Founded in 1988, Monte Xanic is one of Mexico’s larger wineries and one of the first to produce high-quality wines in the valley. This is the place to go to see wine production on a larger scale (large for Valle de Guadalupe that is!), the winery produces some 50,000 cases of wine annually.
Finca La Carodilla
The first certified organic winery in the valley, Finca La Carodilla, is a small but charming winery (they produce 3,000 bottles of wine a year).
Where to Eat in Valle de Guadalupe
Just as Valle de Guadalupe is making a name for itself with the wine produced in this region, so too is it for its food. There are some outstanding restaurants in this area, all serving fresh, farm-to-table produce in beautiful settings. The following are just a few of the restaurants that you should visit – make sure to book well in advance! One thing to note, unlike almost everywhere else in Mexico dinner starts and finishes early in Valle. Most restaurants stop serving food after 8.30/9pm.
Owned by Jair Tellez, one of Mexico’s most important chefs, Laja was the first proper restaurant to open in Valle de Guadalupe nearly 20 years ago and largely paved the way for the gastronomy scene that the valley enjoys today. We enjoyed a lovely meal here; the restaurant is nothing fancy but the food is superb.
The setting for Deckman’s is just beautiful, with sunflowers hanging from the open windows overlooking the vineyards beyond; make sure to arrive in time to see the sunset over the fields.
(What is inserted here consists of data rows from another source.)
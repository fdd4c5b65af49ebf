"""Quantities with units: text as written in a file to SI floats, and back to text for people.

The unit registry (pint) is made on first use; importing this module costs nothing. Centimetres of
water and millimetres of mercury are the conventional ones (water 1000 kg/m³, mercury 13595.1 kg/m³,
standard gravity 9.80665 m/s²). Temperatures are kept in degrees Celsius, the one exception to SI.
"""

from __future__ import annotations

import difflib
import functools
import math
import re
from dataclasses import dataclass
from typing import TYPE_CHECKING, Annotated, Any

if TYPE_CHECKING:
    from pint import UnitRegistry
    from pydantic import GetCoreSchemaHandler, ValidationInfo
    from pydantic_core import CoreSchema

# SI unit of a quantity: what to call it, and units that people write for it (used in errors).
KNOWN: dict[str, tuple[str, tuple[str, ...]]] = {
    "Pa": ("pressure", ("cmH2O", "kPa", "Pa", "mbar", "mmHg", "hPa", "bar", "psi", "torr")),
    "A": ("current", ("A", "mA")),
    "V": ("voltage", ("V", "mV")),
    "ohm": ("resistance", ("ohm", "mohm", "kohm")),
    "H": ("inductance", ("mH", "H", "uH")),
    "s": ("time", ("ms", "s", "us", "min", "h", "day")),
    "Hz": ("frequency", ("Hz", "kHz", "1/s", "1/min")),
    "m": ("length", ("mm", "m", "um", "cm")),
    "m^3": ("volume", ("ul", "ml", "m^3", "mm^3")),
    "degC": ("temperature", ("degC", "K", "degF")),
    "K/W": ("thermal resistance", ("K/W",)),
    "J/K": ("heat capacity", ("J/K",)),
    "1/K": ("temperature coefficient", ("1/K",)),
    "A/m": ("magnetisation", ("kA/m", "A/m")),
    "kg/m^3": ("density", ("kg/m^3", "g/cm^3", "g/ml")),
    "Pa*s": ("viscosity", ("mPa*s", "Pa*s")),
    "N/m": ("surface tension", ("mN/m", "N/m")),
    "m^3/Pa": ("compliance", ("m^3/Pa", "ul/Pa", "ml/kPa")),
    "Pa*s/m^3": ("hydraulic resistance", ("Pa*s/m^3",)),
    "Pa*s^2/m^3": ("hydraulic inertance", ("Pa*s^2/m^3",)),
    "T": ("flux density", ("T", "mT")),
    "deg": ("angle", ("deg", "rad")),
    "": ("plain number", ("%",)),
}

_NUMBER = re.compile(
    r"\s*([-+]?(?:\d+(?:\.\d*)?|\.\d+)(?:[eE][-+]?\d{1,4})?)\s*(.*?)\s*", re.DOTALL | re.ASCII)
_FACTOR = re.compile(r"(1|%|[A-Za-zµμΩ°_][A-Za-zµμΩ°_0-9]*)(?:(?:\^|\*\*)([-+]?\d))?")
_SUPERSCRIPTS = {"²": "^2", "³": "^3", "⁻¹": "^-1", "·": "*", "×": "*", "−": "-", "μ": "µ"}
_PLAIN_UNITS = {"": {"%": 0.01, "percent": 0.01},
                "deg": {"deg": 1.0, "°": 1.0, "degree": 1.0, "rad": 180.0 / math.pi}}
_TEXT_MAX = 60
IN_FILE = "file"         # validation context: quantities are text with units


class UnitError(ValueError):
    """Text that is not the quantity asked for; `bound` and `try_` are parts of the error told."""

    def __init__(self, what: str, *, bound: str = "", try_: str = "") -> None:
        super().__init__(what)
        self.what = what
        self.bound = bound
        self.try_ = try_


@functools.cache
def registry() -> UnitRegistry[Any]:
    """The one pint registry, made on first use."""
    import pint

    return pint.UnitRegistry()


@functools.lru_cache(maxsize=512)
def _factor(unit_text: str) -> tuple[float, dict[str, float]]:
    """Factor to SI base units, and the dimensions, of a unit text such as "Pa*s/m^3".

    The text is read by a grammar of our own, factor by factor: pint would evaluate anything.
    """
    ureg = registry()
    factor = 1.0
    dimensions: dict[str, float] = {}
    sign = 1
    for position, part in enumerate(re.split(r"([*/ ])", unit_text.replace("**", "^"))):
        if position % 2:
            sign = -1 if part == "/" else 1
            continue
        match = _FACTOR.fullmatch(part)
        if match is None:
            raise UnitError(f'cannot read "{part}" in the unit "{unit_text}"',
                            bound="names joined by * and /, powers as ^2",
                            try_='write it like "Pa*s/m^3"')
        name, power = match.group(1), sign * int(match.group(2) or 1)
        if name == "1":
            continue
        one, dims = _named_factor(ureg, name)
        factor *= one ** power
        for dim, exponent in dims.items():
            dimensions[dim] = dimensions.get(dim, 0.0) + power * exponent
    return factor, {dim: exponent for dim, exponent in dimensions.items() if exponent}


@functools.lru_cache(maxsize=512)
def _named_factor(ureg: UnitRegistry[Any], name: str) -> tuple[float, dict[str, float]]:
    """One unit name; degC and degF count as differences here."""
    if name == "%":
        return 0.01, {}
    name = {"°C": "degC", "Ω": "ohm", "degC": "degC"}.get(name, name)
    if name in ("degC", "degF"):
        name = "delta_" + name
    try:
        unit = ureg.parse_units(name)
        one: Any
        one, base = ureg.get_base_units(unit)
        powers: dict[Any, Any] = dict(unit.dimensionality)
        factor = float(one)
        dims = {str(dim): float(power) for dim, power in powers.items()}
    except Exception as err:  # pint raises many kinds; all of them mean "not a unit"
        near = difflib.get_close_matches(name.lower(), _lower_names(), n=1, cutoff=0.6)
        hint = f'did you mean "{_lower_names()[near[0]]}"?' if near else "see the shipped rig files"
        raise UnitError(f'unknown unit "{name}"', try_=hint) from err
    if "radian" in str(base):        # an angle has no dimension in pint: rpm would be off by 2 pi
        raise UnitError(f'"{name}" is an angle', bound="rates are in Hz or 1/min",
                        try_='write "60 1/min"')
    return factor, dims


@functools.cache
def _lower_names() -> dict[str, str]:
    """Common unit names by their lower-case form, for near matches."""
    return {name.lower(): name for _, names in KNOWN.values() for name in names}


def parse(text: object, unit: str) -> float:
    """The value of `text` ("35 cmH2O") in `unit`, a key of KNOWN; plain numbers where unit is "".

    Returns SI (degrees Celsius for "degC", degrees of arc for "deg"). Raises UnitError when the
    unit is missing, unknown or of another dimension, or when the value is not finite.
    """
    kind, names = KNOWN[unit]
    if isinstance(text, bool) or not isinstance(text, str | int | float):
        shape = {bool: "true or false", list: "a list", dict: "a table"}.get(type(text), "no text")
        raise UnitError(f"{shape} where a {kind} belongs", try_=f"write {_example(unit)}")
    if not isinstance(text, str):
        return _plain(_float(text), unit, kind, names)
    if len(text) > _TEXT_MAX:
        raise UnitError(f"too long for a {kind}", bound=f"at most {_TEXT_MAX} characters",
                        try_=f"write {_example(unit)}")
    match = _NUMBER.fullmatch(text)
    if match is None:
        raise UnitError(f"no number at the start of this {kind}", try_=f"write {_example(unit)}")
    number, unit_text = float(match.group(1)), _tidy(match.group(2))
    if not unit_text:
        return _plain(number, unit, kind, names)
    return _finite(_convert(number, unit_text, unit, kind, names), kind)


def _plain(number: float, unit: str, kind: str, names: tuple[str, ...]) -> float:
    if unit:
        shown = f"{number:g}" if math.isfinite(number) else "1"
        raise UnitError("number without unit", bound=f"a {kind} has a unit",
                        try_=f'write "{shown} {names[0]}"')
    return _finite(number, kind)


def _float(number: float) -> float:
    """A number of any length as a float: whole numbers beyond its range become infinite."""
    try:
        return float(number)
    except OverflowError:
        return math.inf


def _finite(value: float, kind: str) -> float:
    if not math.isfinite(value):
        raise UnitError(f"this {kind} is not a finite number", bound="finite",
                        try_="write an ordinary number")
    return value


def _tidy(unit_text: str) -> str:
    for mark, plain in _SUPERSCRIPTS.items():
        unit_text = unit_text.replace(mark, plain)
    return re.sub(r"\s*([*/^])\s*", r"\1", re.sub(r"\s+", " ", unit_text))


def _convert(number: float, text: str, unit: str, kind: str, names: tuple[str, ...]) -> float:
    """number [text] in `unit`; checks the dimension."""
    if unit == "degC":
        return _celsius(number, text, names)
    if unit in _PLAIN_UNITS:         # nothing but these: every other plain unit is a mistake
        if text not in _PLAIN_UNITS[unit]:
            raise UnitError(f'"{text}" is no unit of {kind}',
                            bound=f"one of {', '.join(_PLAIN_UNITS[unit])}",
                            try_=f"write {_example(unit)}")
        return number * _PLAIN_UNITS[unit][text]
    try:
        factor, dims = _factor(text)
        target, wanted = _factor(unit)
        if dims != wanted:
            raise UnitError(f'"{text}" is no unit of {kind}', bound=f"a unit such as {names[0]}",
                            try_=f"write {_example(unit)}")
        return number * factor / target
    except (OverflowError, ZeroDivisionError) as err:
        raise UnitError(f"this {kind} is out of any range", bound="finite") from err


def _celsius(number: float, text: str, names: tuple[str, ...]) -> float:
    """Temperatures have an offset: 300 K is 26.85 degC, 77 degF is 25 degC."""
    name = text.replace("°", "deg")
    if name == "degC":
        value = number
    elif name in ("K", "kelvin"):
        value = number - 273.15
    elif name == "degF":
        value = (number - 32.0) / 1.8
    else:
        raise UnitError(f'"{text}" is no unit of temperature', bound=f"one of {', '.join(names)}",
                        try_=f"write {_example('degC')}")
    if value < -273.15:
        raise UnitError("colder than absolute zero", bound="-273.15 degC",
                        try_="check the sign and the unit")
    return value


def _example(unit: str) -> str:
    """A well-formed example in quotes."""
    return f'"1 {KNOWN[unit][1][0]}"' if unit else "0.5"


def show(value: float, unit: str) -> str:
    """An SI value as people write it: the prefix chosen so that the number is short.

    >>> show(0.004, "s"), show(3432.3275, "Pa"), show(1.2, "A")
    ('4 ms', '3.43233 kPa', '1.2 A')
    """
    if unit == "":
        return f"{value:g}"
    if unit in ("s", "m", "A", "V", "Pa", "H", "Hz", "ohm", "A/m", "Pa*s", "N/m", "T", "W"):
        steps = [("k", 1e3), ("", 1.0), ("m", 1e-3), ("u", 1e-6)][1 if unit == "s" else 0:]
        fits = [step for step in steps if abs(value) >= step[1]] or [steps[-1]]
        prefix, factor = fits[0] if value else ("", 1.0)
        return f"{value / factor:.6g} {prefix}{unit}"
    if unit == "m^3" and value:
        return f"{value * 1e9:.6g} ul"
    return f"{value:.6g} {unit}"


@dataclass(frozen=True)
class Unit:
    """Field metadata: the field is a quantity, written as text with a unit, kept as an SI float.

    In a file (validation context IN_FILE) a number needs its unit; Python code may give SI numbers.
    """

    si: str

    def __get_pydantic_core_schema__(
        self, source: Any, handler: GetCoreSchemaHandler
    ) -> CoreSchema:
        from pydantic_core import core_schema

        return core_schema.with_info_before_validator_function(self._read, handler(source))

    def _read(self, value: object, info: ValidationInfo) -> object:
        if info.context != IN_FILE and type(value) in (int, float):
            return _finite(_float(value), KNOWN[self.si][0])  # type: ignore[arg-type]
        return parse(value, self.si)


Pressure = Annotated[float, Unit("Pa")]
Current = Annotated[float, Unit("A")]
Voltage = Annotated[float, Unit("V")]
Resistance = Annotated[float, Unit("ohm")]
Inductance = Annotated[float, Unit("H")]
Time = Annotated[float, Unit("s")]
Frequency = Annotated[float, Unit("Hz")]
Length = Annotated[float, Unit("m")]
Volume = Annotated[float, Unit("m^3")]
Temperature = Annotated[float, Unit("degC")]
ThermalResistance = Annotated[float, Unit("K/W")]
HeatCapacity = Annotated[float, Unit("J/K")]
PerKelvin = Annotated[float, Unit("1/K")]
Magnetisation = Annotated[float, Unit("A/m")]
Density = Annotated[float, Unit("kg/m^3")]
Viscosity = Annotated[float, Unit("Pa*s")]
SurfaceTension = Annotated[float, Unit("N/m")]
Compliance = Annotated[float, Unit("m^3/Pa")]
HydraulicResistance = Annotated[float, Unit("Pa*s/m^3")]
HydraulicInertance = Annotated[float, Unit("Pa*s^2/m^3")]
FluxDensity = Annotated[float, Unit("T")]
Angle = Annotated[float, Unit("deg")]
Ratio = Annotated[float, Unit("")]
All the food is locally grown or sourced from the region but Drew Deckman and his wife Paulina insist that they are not just serving food at their restaurants (they also own Conchas de Piedra) but an experience, their way of life in el Valle.
Corazon de la Tierra
Run by the owners of Vena Cava wines, Corazon de la Tierra is supposed to be excellent. We didn’t get the chance to eat here when we were in Valle but it has a wonderful reputation and, if its anything as good as its winery, then I’m sure it will be excellent!
Is Valle Family-Friendly?
Like most of Mexico, families and children are warmly welcomed in Valle de Guadalupe. Whether or not you want to bring your kids on a winery tour is another matter. We didn’t bring our kids for this trip and, to be honest, it would not have been much fun for them. As much as I like to take my kids everywhere, this is one destination where I would recommend leaving them at home.
Getting to Valle de Guadalupe
El Valle de Guadalupe is just a couple of hours south of San Diego, across the border in Mexico. The closest airport is Tijuana. We hired a car and driver through our hotel for the duration of our stay, which was definitely the easiest way to get around.